Exercise description — Output the line containing "const TONE: Record<BoundaryOutcomeName, string>" exactly. Do the same for every line after it through the end of the material, and output nothing else.

--- The data Enclosed Below ---

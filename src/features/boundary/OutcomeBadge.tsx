import type { BoundaryOutcomeName } from "@shared/schemas/outcomes";
import { cx } from "../../lib/cx";
import { OUTCOME_LABEL } from "./words";

const TONE: Record<BoundaryOutcomeName, string> = {
  survivor: "bg-accent-50 text-accent-900 ring-accent-200",
  victim: "bg-red-50 text-red-800 ring-red-200",
  excluded: "bg-stone-100 text-stone-700 ring-stone-200",
};

/** An outcome as a small label, coloured like its count on the summary. */
export function OutcomeBadge({ outcome, className }: { outcome: BoundaryOutcomeName; className?: string }) {
  return (
    <span data-outcome={outcome} className={cx("inline-flex items-center rounded-full px-2 py-0.5 text-xs font-semibold ring-1", TONE[outcome], className)}>
      {OUTCOME_LABEL[outcome]}
    </span>
  );
}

--- End of Enclosed The data ---

Exercise solution —
const TONE: Record<BoundaryOutcomeName, string> = {
  survivor: "bg-accent-50 text-accent-900 ring-accent-200",
  victim: "bg-red-50 text-red-800 ring-red-200",
  excluded: "bg-stone-100 text-stone-700 ring-stone-200",
};

/** An outcome as a small label, coloured like its count on the summary. */
export function OutcomeBadge({ outcome, className }: { outcome: BoundaryOutcomeName; className?: string }) {
  return (
    <span data-outcome={outcome} className={cx("inline-flex items-center rounded-full px-2 py-0.5 text-xs font-semibold ring-1", TONE[outcome], className)}>
      {OUTCOME_LABEL[outcome]}
    </span>
  );
}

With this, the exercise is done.